Setelah surat pengantar SKCK ku selesai, pak petugas bilang kalau aku harus nyetak SKCK ke Polda dengan membawa surat tersebut juga dokumen lengkap seperti tadi, untuk pembayaran nya dilakukan di Polda.
####
Hari Kamis kemarin aku baru sempat ke Polda Jatim, alamatnya di Jl. A Yani no. 116 , Gayungan, Wonocolo Surabaya, di seberang kampus UIN Surabaya.
Karena kamis ada jadwal kuliah dan baru kosong selepas duhur, jam setegah 2 aku baru berangkat. Seperti weekdays pada umumnya, jalanan Surabayaa macet padat dijam seperti itu. Pukul 3 kurang 20 menit aku baru sampai. Untungnya kantor masih melayani.
Di pintu masuk kami disetop pak polisi, ditanya keperluan apa datang ke polda. Pak polisi juga menunjukkan arah kantor pengurusan SKCK yang terletak di sebelah menara tower (bukan menara masjid).
Aku sempat salah faham, kukira kantor nya disebelah menara masjid, padahal maksud pak polisi adalah menara tower merah-putih di sekitar parkiran motor.
Masuk di kantor tersebut, ada petugas wanita paruh baya yang melayani lokasi pembuatan SKCK tepat searah pintu masuk.
Aku tidak perlu mengambil nomor antrian karena memang tidak ada orang lain. Ibu petugas ini gaya bicaranya terdengar kurang volume, bahkan tidak sampai di telingaku. Mungkin karena sudah akan tutup, jadi energi si ibu juga sudah terkuras habis seharian.

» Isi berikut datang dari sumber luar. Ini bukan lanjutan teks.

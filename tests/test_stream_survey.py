"""Streaming plans and the streaming survey of a graph directory (issue 11, parts 2-3).

Oracles: the in-memory survey (`plan.survey`, which builds every shard and is itself
checked against a trained run's measured bytes in tests/test_survey.py) for every field of
the JSON; scipy.sparse indicator-matrix products for the halo counts (common practice: with
B the n x k owner indicator, (A B)[v, q] > 0 iff v has a neighbour owned by q); the
in-memory partition methods for the streaming ones.
"""
from __future__ import annotations

import json
import sys
from pathlib import Path

import numpy as np
import pytest
import scipy.sparse as sp

from shardtrain.data.graphdir import open_graph_dir, write_graph_dir
from shardtrain.data.readers import load_graph
from shardtrain.data.synth import parcel_network
from shardtrain.errors import InputError
from shardtrain.plan.partition import load_assignment, partition_plan
from shardtrain.plan.shards import check_shard_dir, load_shard
from shardtrain.plan.stream_survey import count_plan, stream_survey
from shardtrain.plan.streaming import (
    load_assignment_mapped,
    metis_memory_bytes,
    stream_partition,
    vertex_chunks,
)
from shardtrain.plan.survey import SurveySettings, survey
from shardtrain.units import parse_size

sys.path.insert(0, str(Path(__file__).resolve().parent.parent / "scripts"))
from helpers import save_graph  # noqa: E402
from outputs_diff import differences  # noqa: E402  (the snapshot scripts' timing rule)


def _same(a: dict, b: dict) -> list[str]:
    """Differences of two survey documents, timing fields aside (outputs_diff's rule), the
    source path and the streaming survey's own "streaming" record aside."""
    a, b = json.loads(json.dumps(a)), json.loads(json.dumps(b))
    out: list[str] = []
    for doc in (a, b):
        doc.pop("streaming", None)
        doc["graph"].pop("source", None)
    for i, (p, q) in enumerate(zip(a["plans"], b["plans"])):
        for key in ("pair_bytes", "send_rows"):    # k x k: compared whole, as arrays
            x, y = np.array(p["traffic"].pop(key)), np.array(q["traffic"].pop(key))
            if x.dtype != y.dtype or not np.array_equal(x, y):
                out.append(f".plans[{i}].traffic.{key} differs")
    differences(a, b, "", out)
    return out


@pytest.fixture(scope="module")
def pair(tmp_path_factory):
    """(graph file, graph dir) of the same parcel network, the dir written from what the
    CLI loads of the file."""
    tmp = tmp_path_factory.mktemp("stream")
    g = parcel_network(3000, 8, 4, 6, 1)
    file = tmp / "parcels.npz"
    save_graph(file, g)
    loaded = load_graph(file)
    write_graph_dir(loaded.graph, tmp / "parcels.graph")
    return file, tmp / "parcels.graph", loaded.graph


# ---------------------------------------------------------------- sizes

def test_parse_size_binary_suffixes():
    # binary units (IEC 80000-13): K = 2**10, M = 2**20, G = 2**30
    assert parse_size("512M") == 512 * 2**20
    assert parse_size("4G") == 4 * 2**30
    assert parse_size("1.5k") == 1536
    assert parse_size("2KiB") == 2048 and parse_size("3gb") == 3 * 2**30
    assert parse_size("1000") == 1000
    for bad in ("", "abc", "-1M", "1Q", "0", "0.1"):
        with pytest.raises(InputError, match="--memory-budget"):
            parse_size(bad)


# ---------------------------------------------------------------- plans

@pytest.mark.parametrize("method", ["random", "range", "fennel", "metis"])
@pytest.mark.parametrize("k", [1, 2, 5, 16])
def test_streaming_plans_equal_the_in_memory_plans(pair, method, k):
    _, folder, g = pair
    gd = open_graph_dir(folder)
    assert gd.indices.dtype == np.int32 and isinstance(gd.indices, np.memmap)
    streamed, details = stream_partition(gd, method, k, seed=7, memory_budget=2**30)
    expect, expect_details = partition_plan(g, method, k, seed=7)
    assert streamed.dtype == np.int16        # the O(n) array a plan holds: 2 bytes a vertex
    np.testing.assert_array_equal(streamed, expect)
    assert details == expect_details


def test_metis_over_the_budget_is_refused_naming_the_streaming_methods(pair):
    _, folder, _ = pair
    gd = open_graph_dir(folder)
    need = metis_memory_bytes(gd.num_vertices, gd.num_edges)
    with pytest.raises(InputError, match=r"method metis: METIS would need about .* "
                                         r"\(random, range, fennel, ldg\)") as caught:
        stream_partition(gd, "metis", 4, memory_budget=need - 1)
    # the library names the parameter; the command line words it as the options
    from shardtrain.cli.flags import cli_message
    assert cli_message(caught.value).startswith("--method metis: METIS would need")
    assert "over --memory-budget" in cli_message(caught.value)
    stream_partition(gd, "metis", 4, memory_budget=need)          # fits: runs


def test_vertex_chunks_cover_every_vertex_within_the_entry_limit():
    indptr = np.concatenate([[0], np.cumsum([3, 0, 10, 1, 1, 0, 2, 5])]).astype(np.int64)
    for limit in (1, 2, 4, 11, 100):
        chunks = vertex_chunks(indptr, limit)
        assert chunks[0][0] == 0 and chunks[-1][1] == 8
        assert all(a[1] == b[0] for a, b in zip(chunks, chunks[1:]))
        for lo, hi in chunks:
            # at most `limit` entries, unless a single row alone holds more
            assert indptr[hi] - indptr[lo] <= limit or hi == lo + 1


# ---------------------------------------------------------------- counts

@pytest.mark.parametrize("k", [2, 7, 64])
def test_halo_counts_match_indicator_products(pair, k):
    _, folder, g = pair
    gd = open_graph_dir(folder)
    owner = stream_partition(gd, "random", k, seed=k)[0]
    n = g.num_vertices
    a = sp.csr_matrix((np.ones(g.indices.shape[0]), g.indices, g.indptr), shape=(n, n))
    b = sp.csr_matrix((np.ones(n), owner.astype(np.int64), np.arange(n + 1)), shape=(n, k))
    per_owner = (a @ b).toarray()                      # [v, q]: neighbours of v q owns
    need = per_owner > 0                               # v has a neighbour owned by q
    need[np.arange(n), owner] = False                  # ... other than its own owner
    cross = g.degrees - per_owner[np.arange(n), owner]  # entries of row v to other owners
    send_rows = (b.T @ need.astype(np.int64)).astype(np.int64)   # [p, q]: v owned by p
    for entries in (1, 50, 10**9):                     # one row per chunk .. one chunk
        c = count_plan(gd.indptr, gd.indices, owner, k, vertex_chunks(gd.indptr, entries))
        np.testing.assert_array_equal(c["send_rows"], send_rows)
        np.testing.assert_array_equal(c["owned"], np.bincount(owner, minlength=k))
        np.testing.assert_array_equal(c["local_edges"],
                                      np.bincount(owner, weights=g.degrees, minlength=k))
        np.testing.assert_array_equal(c["cut_entries"],
                                      np.bincount(owner, weights=cross, minlength=k))


def test_library_survey_is_the_same_in_any_chunking(pair):
    _, folder, g = pair
    gd = open_graph_dir(folder)
    settings = SurveySettings(layers=3, hidden=8, bias=True)
    want = survey(g, ["fennel", "range"], [3, 16], settings)
    for entries in (97, None):
        got = stream_survey(gd, ["fennel", "range"], [3, 16], settings,
                            memory_budget=2**30, entries_per_chunk=entries)
        assert _same(want, got) == []
    rec = got["streaming"]
    assert rec["memory_budget_bytes"] == 2**30 and rec["peak_rss_bytes"] > 0
    assert set(got["plans"][0]["pass_s"]) >= {"partition", "count", "fennel_pass_1"}


# ---------------------------------------------------------------- the command

def _survey_cli(run_cli, tmp_path, graph, name, *extra):
    out = tmp_path / f"{name}.json"
    r = run_cli("survey", graph, "--json", out, *extra)
    assert r.returncode == 0, r.stderr
    return json.loads(out.read_text())


def test_survey_of_a_graph_dir_writes_the_survey_of_the_file(pair, run_cli, tmp_path):
    file, folder, _ = pair
    common = ("--workers", "2,4,16", "--hidden", "12", "--dtype", "float64")
    want = _survey_cli(run_cli, tmp_path, file, "file", "--method",
                       "random,range,fennel,ldg,metis", *common)
    # a tiny budget: the counting pass reads many small chunks
    streamed = _survey_cli(run_cli, tmp_path, folder, "dir", "--method",
                           "random,range,fennel,ldg", "--memory-budget", "64K", *common)
    metis = _survey_cli(run_cli, tmp_path, folder, "metis", "--method", "metis", *common)
    assert all(c["chunks"] > 1 for c in streamed["streaming"]["chunks"])
    assert streamed["streaming"]["memory_budget_bytes"] == 64 * 1024
    got = dict(streamed, plans=streamed["plans"] + metis["plans"])
    assert _same(want, got) == []


@pytest.mark.slow
def test_survey_of_a_graph_dir_at_1024_workers(run_cli, tmp_path):
    g = parcel_network(4000, 6, 3, 2, 5)
    save_graph(tmp_path / "g.npz", g)
    write_graph_dir(load_graph(tmp_path / "g.npz").graph, tmp_path / "g.graph")
    common = ("--workers", "1024", "--method", "random,range,fennel")
    want = _survey_cli(run_cli, tmp_path, tmp_path / "g.npz", "file", *common)
    got = _survey_cli(run_cli, tmp_path, tmp_path / "g.graph", "dir", *common)
    assert len(got["plans"][0]["traffic"]["pair_bytes"]) == 1024
    assert _same(want, got) == []


def test_survey_of_a_graph_dir_with_an_assignment_file(pair, run_cli, tmp_path):
    file, folder, g = pair
    a = (np.arange(g.num_vertices) * 7 % 5).astype(np.int32)
    np.save(tmp_path / "mine.npy", a)
    (tmp_path / "mine.txt").write_text("".join(f"{x}\n" for x in a))
    want = _survey_cli(run_cli, tmp_path, file, "file", "--assignment", tmp_path / "mine.npy")
    for name in ("mine.npy", "mine.txt"):
        got = _survey_cli(run_cli, tmp_path, folder, "dir", "--assignment", tmp_path / name)
        if name == "mine.npy":
            assert _same(want, got) == []
        assert got["plans"][0]["workers"] == 5


@pytest.mark.parametrize("ids, message", [
    ([0, 1, -1], "entry 2: negative worker id -1"),
    ([0, 2, 2], "worker 1 owns no vertex"),
    ([0, 9, 1], "worker 2 owns no vertex"),
])
def test_mapped_assignment_is_checked_as_the_in_memory_one(tmp_path, ids, message):
    path = tmp_path / "a.npy"
    np.save(path, np.array(ids, dtype=np.int64))
    for load in (load_assignment, load_assignment_mapped):
        with pytest.raises(InputError, match=message):
            load(path, 3)


def test_metis_refused_on_the_command_line(pair, run_cli):
    _, folder, _ = pair
    r = run_cli("survey", folder, "--method", "range,metis", "--workers", "4",
                "--memory-budget", "1M")
    assert r.returncode == 2 and "Traceback" not in r.stderr
    lines = [line for line in r.stderr.splitlines() if line.strip()]
    assert len(lines) == 1 and "METIS would need about" in lines[0]
    assert "random, range, fennel, ldg" in lines[0] and r.stdout == ""
    bad = run_cli("survey", folder, "--memory-budget", "lots")
    assert bad.returncode == 2 and "--memory-budget 'lots'" in bad.stderr
    vdata = run_cli("survey", folder, "--features", folder / "indptr.npy")
    assert vdata.returncode == 2 and "--features" in vdata.stderr


def test_split_refuses_metis_over_the_budget_and_writes_nothing(pair, run_cli, tmp_path):
    _, folder, _ = pair
    r = run_cli("split", folder, "--method", "metis", "--workers", "4", "--memory-budget",
                "1M", "--out", tmp_path / "shards")
    assert r.returncode == 2 and "METIS would need about" in r.stderr
    assert "Traceback" not in r.stderr and not (tmp_path / "shards").exists()


# ---------------------------------------------------------------- split

def _shard_dirs_equal(a: Path, b: Path) -> None:
    ma, mb = (json.loads((d / "shards.json").read_text()) for d in (a, b))
    ma["meta"].pop("source")
    mb["meta"].pop("source")
    assert ma == mb                                  # split id included: same shard contents
    for name in ma["files"]:
        with np.load(a / name, allow_pickle=False) as za, \
                np.load(b / name, allow_pickle=False) as zb:
            assert sorted(za.files) == sorted(zb.files)
            for key in za.files:
                x, y = za[key], zb[key]
                assert x.dtype == y.dtype and x.shape == y.shape, (name, key)
                np.testing.assert_array_equal(x, y, err_msg=f"{name} {key}")


@pytest.mark.parametrize("how", [("--method", "fennel", "--workers", "6"),
                                 ("--method", "metis", "--workers", "3"),
                                 ("--assignment", "mine.npy")])
def test_split_of_a_graph_dir_writes_the_shards_of_the_file(pair, run_cli, tmp_path, how):
    file, folder, g = pair
    np.save(tmp_path / "mine.npy", (np.arange(g.num_vertices) % 4).astype(np.int64))
    how = tuple(str(tmp_path / x) if x.endswith(".npy") else x for x in how)
    for graph, out in ((file, "from_file"), (folder, "from_dir")):
        r = run_cli("split", graph, *how, "--out", tmp_path / out)
        assert r.returncode == 0, r.stderr
    _shard_dirs_equal(tmp_path / "from_file", tmp_path / "from_dir")
    manifest = check_shard_dir(tmp_path / "from_dir")      # what a worker checks first
    assert load_shard(tmp_path / "from_dir", manifest["workers"] - 1).num_owned > 0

Di loket ini, kalian hanya perlu menyerahkan document yang sudah kusebutkan diatas, dan menjelaskan keperluan membuat SKCK sambil menyerahkan pengantar dari Polres, lalu kemudian sekali lagi mengisi 2 formulir yang sama persis seperti di Polres.
Setelah selesai, kita akan dikenakan biaya sebesar Rp. 30.000 kalau di Polres (Gresik) selain pembayaran tunai bisa melalui LinkAja, dan Gopay, di Polda hanya dapat melayani pembayaran tunai saja.
Apa SKCK nya langsung bisa dicetak pada hari itu juga? Tidak.
Kalian baru bisa mengambil keesokan harinya mulai pukul 10 pagi. Sambil menyerahkan bukti pembayaran dan nama.
Itu saja, semoga tulisan ini membantu :)
OH ADA HAL YANG PENTING
Kalau masuk wilayah polda atau polres, pastikan kalian lepas masker yaa.. meskipun puanas kentangkentang gak papa, lepas dulu, itu prosedur. Bahkan ada juga yang harus lepas jaket dan bongkar isi tas bawaan sebelum masuk wilayah kantor kepolisian.
Jangan kayak aku, yang kemarin Jumat diteriakin marah sama pak polisi karena masuk gak lepas masker.
Jangan kayak aku, yang kemarin Jumat diteriakin marah sama pak polisi karena masuk gak lepas masker.
kan saya gak tau pak dan plis saya hanya rakyat biasa, yang lupa pakai sunblock di tengah siang bolong waktu itu, harusnya tidak perlu dibentak pakðŸ˜ðŸ˜, am i look soooo suspicious pak pol??
Padahal kamis kemarin, pak polisinya nyetop baikbaik sambil nunjukin arah, mungkin apesku aja kaliya Jumat kemarin.